3. The intelligent detection method for the portrait of the outdoor unit of the air conditioner based on the visual attention and the multi-scale convolutional neural network as claimed in claim 1, wherein in the step (2), the sample image preprocessed in the step (1) is input into the visual attention network to generate an attention distribution map, specifically:

H(x)＝(1+M(x))*T(x) (Ⅰ)

in formula (I), M (x) has a value range of [0,1], and when M (x) is approximate to 0, H (x) is approximate to a characteristic diagram T (x).

4. The intelligent detection method for the portrait of the outdoor unit of the air conditioner based on the visual attention and the multi-scale convolutional neural network as claimed in any one of claims 1 to 3, wherein the multi-scale network comprises three branch models with different convolutional layer numbers, the feature abstractions with different levels are extracted, the scale is adjusted by using the convolutional layer numbers, and in the three branch models, the different layers with the same scale feature map are connected through residual errors; residual connection among different layers helps the characteristics in the multi-scale network to perform identity mapping in the forward process, when the output of a shallow network is optimal, the layers behind a deep network can realize the role of identity mapping, and helps to conduct gradients in the reverse process, so that a deeper model can be successfully trained, and the performance of the network is improved; and then, combining features through full connection, fusing feature graphs with different resolution ratios into a dimensional vector in parallel, realizing feature fusion of different levels, and finally obtaining output through a softmax classifier model.

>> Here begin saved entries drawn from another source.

/** Fast scan (no paths built): true when a NaN or ±∞ sits anywhere in v outside the arrays in `skip`. */
function hasNonFinite(v: unknown, skip: Set<unknown>): boolean {
  if (typeof v === 'number') return v - v !== 0;
  if (v === null || typeof v !== 'object') return false;
  if (Array.isArray(v)) {
    if (skip.has(v)) return false;
    for (let i = 0; i < v.length; i++) {
      const x = v[i];
      if (typeof x === 'number') {
        if (x - x !== 0) return true; // NaN and ±∞ give NaN
      } else if (x !== null && typeof x === 'object' && hasNonFinite(x, skip)) return true;
    }
    return false;
  }
  const o = v as Record<string, unknown>;
  for (const k in o) {
    const x = o[k];
    if (typeof x === 'number') {
      if (x - x !== 0) return true;
    } else if (x !== null && typeof x === 'object' && hasNonFinite(x, skip)) return true;
  }
  return false;
}

function pathOfNonFinite(v: unknown, path: string): string | null {
  if (typeof v === 'number') return Number.isFinite(v) ? null : path;
  if (v === null || typeof v !== 'object') return null;
  for (const [k, x] of Object.entries(v)) {
    const r = pathOfNonFinite(x, `${path}.${k}`);
    if (r) return r;
  }
  return null;
}

/** Continuous model: zpk plus descending polynomials (the entered ones for tf form). */
interface Continuous {
  zpk: Zpk;
  num: number[];
  den: number[];
}

function continuousModel(input: CompensatorInput, field: 'compensator' | 'plant'): Continuous {
  let zpk: Zpk;
  try {
    zpk = inputToZpk(input);
  } catch {
    throw new DspInputError(`the ${field} polynomials cannot be factored`, [
      { path: `${field}.den`, message: 'the coefficients span too wide a range; rescale the polynomial (e.g. time in ms, frequency in krad/s)' },
    ]);
  }
  for (const [key, roots] of [['num', zpk.zeros], ['den', zpk.poles]] as const) {
    if (roots.some((r) => !(abs(r) <= MAX_ROOT_MAGNITUDE))) {
      throw new DspInputError(`a ${field} root lies beyond ${MAX_ROOT_MAGNITUDE} rad/s`, [
        { path: `${field}.${key}`, message: `every root must lie within ${MAX_ROOT_MAGNITUDE} rad/s; rescale the polynomial` },
      ]);
    }
  }
  if (input.form === 'tf') {
    const lead = input.den[0];
    return { zpk, num: trimLeading(input.num).map((v) => v / lead), den: input.den.map((v) => v / lead) };
  }
  return { zpk, ...zpkToTfDescending(zpk) };
}

const BYINDEX: Record<MethodName, boolean> = { tustin: true, prewarp: true, 'backward-euler': true, matched: true, zoh: false };

function run(req: DiscretizeRequest): DiscretizeResponse {
  const fs = req.sampleRateHz;
  const T = 1 / fs;
  const nyqHz = fs / 2;
  const nyqRad = Math.PI * fs;
  const warnings: DspWarning[] = [];
  const comp = continuousModel(req.compensator, 'compensator');

  // tf-form roots are known only now: the Nyquist rule of DESIGN.md again.
  if (req.compensator.form === 'tf') {
    const bad: { path: string; message: string }[] = [];
    for (const [key, roots] of [['num', comp.zpk.zeros], ['den', comp.zpk.poles]] as const) {
      for (const r of roots) {
        const m = abs(r);
        if (m >= nyqRad) {
          bad.push({
            path: `compensator.${key}`,
            message: `the ${key === 'num' ? 'zero' : 'pole'} s = ${fmtC(r)} rad/s (|s| = ${m.toPrecision(6)}) is at or beyond Nyquist (π·fs = ${nyqRad.toPrecision(6)} rad/s); use a sample rate above ${(m / Math.PI).toPrecision(6)} Hz`,
          });
        }
      }
    }
    if (bad.length) throw new DspInputError('a compensator root lies at or beyond Nyquist', bad);
  }

  const w0 = req.prewarpHz !== undefined ? 2 * Math.PI * req.prewarpHz : defaultPrewarpRadPerSec(req.compensator);
  const rootAtOrigin = hasRootAtOrigin(req.compensator);

  // ---- warnings: rules of practice
  // Common practice: keep compensator corners below fs/10 so warping and sampling
  // delay stay small (corners up to fs/2 are accepted; at or beyond it is refused).
  const corners = [...comp.zpk.zeros, ...comp.zpk.poles].map((r) => abs(r) / (2 * Math.PI));
  const topCorner = Math.max(0, ...corners);
  if (topCorner > fs / 10) {
    warnings.push({
      code: 'corner-near-rate',
      message: `the compensator's highest corner, ${fmt(topCorner)} Hz, is above fs/10 = ${fmt(fs / 10)} Hz; common practice keeps corners below a tenth of the sample rate (use ≥ ${fmt(10 * topCorner)} Hz)`,
    });
  }
  if (req.prewarpHz !== undefined && !req.methods.includes('prewarp') && !(req.methods.includes('matched') && rootAtOrigin)) {
    warnings.push({
      code: 'prewarp-unused',
      message: 'prewarpHz is used only by the prewarp method (and by matched when the DC gain is 0 or infinite); none of the chosen methods uses it here',
    });
  }
  if (req.delaySamples === 1 && !req.plant) {
    warnings.push({ code: 'delay-unused', message: 'delaySamples applies to the loop with a plant; no plant was given, so it is not used' });
  }

  // ---- frequency grid (Hz), log-spaced up to Nyquist
  const positive = corners.filter((c) => c > 0);
  const lowHz = Math.max(nyqHz * 1e-7, Math.min(nyqHz / 1e3, ...(positive.length ? [Math.min(...positive) / 20] : [])));
  const frequencyHz = logGrid(lowHz, nyqHz, req.responsePoints);
  const omegas = frequencyHz.map((f) => 2 * Math.PI * f);
  const bandHz = req.bandHz ?? nyqHz / 4;
  const contEval = evaluator(comp.zpk);
  const contResp = continuousResponse(contEval, omegas, T);
  // e^{jωT} on the grid, shared by every method's response
  const circle = unitCircleGrid(omegas, T);
  // the continuous compensator at the band edge, shared by every method's band errors; its
  // phase on the branch of the plotted one (whole turns counted from grid point 0; 1/T is
  // the scale of a root on the jω axis, as continuousResponse takes it)
  const wBand = 2 * Math.PI * bandHz;
  const contTurns0 = branchTurns(contEval, 0, omegas[0], false, 1 / T);
  const contAtBand = { db: responseAt(contEval, cx(0, wBand)).db, deg: phaseDegAt(contEval, 0, wBand, false, contTurns0, 1 / T) };

  // ---- plant and continuous loop
  let plantOut: DiscretizeResponse['plant'];
  let continuousLoop: LoopResult | undefined;
  let plantD: DiscreteResult | undefined;
  let plantC: Continuous | undefined;
  let contLoopPoles: Complex[] = [];
  let stepSamples = 0;
  let fullSamples = 0;
  if (req.plant) {
    plantC = continuousModel(req.plant, 'plant');
    plantD = zohDiscretize(plantC.zpk, T);
    plantOut = {
      zeros: plantC.zpk.zeros,
      poles: plantC.zpk.poles,
      gain: plantC.zpk.gain,
      discrete: { num: plantD.tf.num, den: plantD.tf.den, zeros: plantD.zpk.zeros, poles: plantD.zpk.poles, gain: plantD.zpk.gain },
    };
    const lNum = polyMul(comp.num, plantC.num);
    const lDen = polyMul(comp.den, plantC.den);
    const cl = closedLoopPoles(lNum, lDen);
    if (!(Math.abs(cl.lead) > 1e-12 * Math.max(1, Math.abs(lDen[0])))) throw illPosed();
    contLoopPoles = cl.poles;
    const loopZpk: Zpk = { zeros: [...comp.zpk.zeros, ...plantC.zpk.zeros], poles: [...comp.zpk.poles, ...plantC.zpk.poles], gain: comp.zpk.gain * plantC.zpk.gain };
    const clZpk: Zpk = { zeros: loopZpk.zeros, poles: cl.poles, gain: loopZpk.gain / cl.lead };
    const stable = cl.poles.every((p) => p.re < 0);
    // grid of the continuous loop: well beyond every root and beyond Nyquist
    const rootsAll = [...loopZpk.zeros, ...loopZpk.poles, ...cl.poles].map(abs).filter((m) => m > 0);
    const wLo = Math.min(omegas[0], ...rootsAll.map((m) => m / 100));
    const wHi = Math.max(10 * nyqRad, ...rootsAll.map((m) => m * 100));
    const le = evaluator(loopZpk);
    const crossings = findCrossings(le, crossingGrid(wLo, wHi, 300, null));
    const horizon = stepHorizon(cl.poles, T);
    const nc = Math.min(1000, 4 * horizon.steps);
    const h = (horizon.steps * T) / nc;
    const y = stable ? continuousStep(clZpk, h, nc) : [];
    const fv = stable ? continuousDcGain(clZpk) : null;
    // figures of the whole simulation; the window shown is known only from its settling time
    const full = uniformStep(y, y.length, h, fv, 0, MAX_STEP_POINTS);
    // Window shown and simulated for the sampled loops: 2× the continuous settling time
    // (longer when a sampled loop has not settled in it).
    const settle = full.settlingTimeSec;
    stepSamples = settle !== null ? Math.max(20, Math.min(horizon.steps, Math.ceil((2 * settle) / T))) : horizon.steps;
    fullSamples = horizon.steps;
    const shown = Math.min(y.length, Math.floor((stepSamples * T) / h + 1e-9) + 1);
    const shownStep = uniformStep(y, 0, h, fv, shown, MAX_STEP_POINTS);
    shownStep.overshootPercent = full.overshootPercent;
    shownStep.riseTimeSec = full.riseTimeSec;
    shownStep.settlingTimeSec = full.settlingTimeSec;
    continuousLoop = {
      closedLoopPoles: cl.poles.map((p) => rootInfo(null, p, p)),
      stable,
      margins: pickMargins(crossings),
      step: shownStep,
    };
    // Common practice: sample 10–30× the closed-loop bandwidth; warn below 10×.
    const bw = closedLoopBandwidthRad(le, wLo, wHi);
    if (bw !== null && fs < (10 * bw) / (2 * Math.PI)) {
      warnings.push({
        code: 'rate-low-for-bandwidth',
        message: `the sample rate is ${fmt(fs / (bw / (2 * Math.PI)))}× the continuous closed-loop bandwidth (${fmt(bw / (2 * Math.PI))} Hz); common practice samples 10–30× the closed-loop bandwidth (use ≥ ${fmt((10 * bw) / (2 * Math.PI))} Hz)`,
      });
    }
  }

  // ---- methods
  const methods: DiscretizeResponse['methods'] = {};
  // crossover grid of the sampled loops: the same for every method
  const loopGrid = plantD ? crossingGrid(Math.min(omegas[0], Math.PI / T / 1e4), Math.PI / T, 200, T) : null;
  for (const method of req.methods) {
    const d = discretizeZpk(comp.zpk, method, fs, w0 !== null ? { prewarpRadPerSec: w0 } : {});
    const usesW0 = method === 'prewarp' || (method === 'matched' && rootAtOrigin);
    const zeroOrigin = pairRoots(d.zpk.zeros, comp.zpk.zeros, T, BYINDEX[method]);
    const poleOrigin = pairRoots(d.zpk.poles, comp.zpk.poles, T, true);
    const de = evaluator(d.zpk);
    const resp = discreteResponse(de, circle, T, contResp);
    const errs = bandErrors(contAtBand, contEval, contTurns0, de, T, frequencyHz, omegas, circle, bandHz, contResp, resp, resp.shiftDeg);
    const stab = discreteStability(d.zpk.poles);
    const result: MethodResult = {
      method,
      num: d.tf.num,
      den: d.tf.den,
      gain: d.zpk.gain,
      zeros: d.zpk.zeros,
      poles: d.zpk.poles,
      zeroInfo: d.zpk.zeros.map((z, i) => rootInfo(z, zToS(z, T), zeroOrigin[i])),
      poleInfo: d.zpk.poles.map((p, i) => rootInfo(p, zToS(p, T), poleOrigin[i])),
      dcGain: d.dcGain,
      stable: stab.stable,
      marginal: stab.marginal,
      prewarpRadPerSec: usesW0 ? w0 : null,
      response: { magnitudeDb: resp.magnitudeDb, phaseDeg: resp.phaseDeg },
      ...errs,
    };
    if (plantD && plantC && continuousLoop && loopGrid) {
      const loop = discreteLoop(method, d, plantD, req.delaySamples, T, contLoopPoles, loopGrid, stepSamples, fullSamples);
      result.closedLoopPoles = loop.closedLoopPoles.map((p) => p.z as Complex);
      result.loop = loop;
      if (continuousLoop.stable && !loop.stable) {
        warnings.push({ code: 'loop-unstable-after-sampling', message: `${method}: the sampled loop is not stable although the continuous loop is` });
      }
    }
    methods[method] = result;
  }

  return {
    sampleRateHz: fs,
    periodSec: T,
    nyquistHz: nyqHz,
    bandHz,
    prewarpHz: w0 !== null ? w0 / (2 * Math.PI) : null,
    delaySamples: req.delaySamples,
    frequencyHz,
    continuous: {
      zeros: comp.zpk.zeros,
      poles: comp.zpk.poles,
      gain: comp.zpk.gain,
      numDescending: comp.num,
      denDescending: comp.den,
      zeroInfo: comp.zpk.zeros.map((z) => rootInfo(null, z, z)),
      poleInfo: comp.zpk.poles.map((p) => rootInfo(null, p, p)),
      dcGain: continuousDcGain(comp.zpk),
      response: contResp,
    },
    methods,
    ...(plantOut ? { plant: plantOut } : {}),
    ...(continuousLoop ? { continuousLoop } : {}),
    warnings,
  };
}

5. The intelligent detection method for portrait of outdoor unit of air conditioner based on visual attention and multi-scale convolutional neural network of claim 4, wherein the three branch models comprise a first branch model, a second branch model and a third branch model,

6. The method as claimed in claim 5, wherein identity mapping is introduced between layers having the same size and feature mapping number in the multi-scale network, and the 1 st convolutional layer of the first branch model and the 1 st convolutional layer of the second branch model, the 4 th convolutional layer of the first branch model and the 2 nd convolutional layer of the second branch model, and the 1 st convolutional layer of the second branch model and the convolutional layer of the third branch model are respectively connected by residual errors.

7. The intelligent detection method for the portrait of the outdoor unit of the air conditioner based on the visual attention and the multi-scale convolutional neural network as claimed in claim 6, wherein feature graphs with different resolution sizes are fused into a one-dimensional vector in parallel by fully connecting and combining features output by three branch models, so that feature fusion of different levels is realized.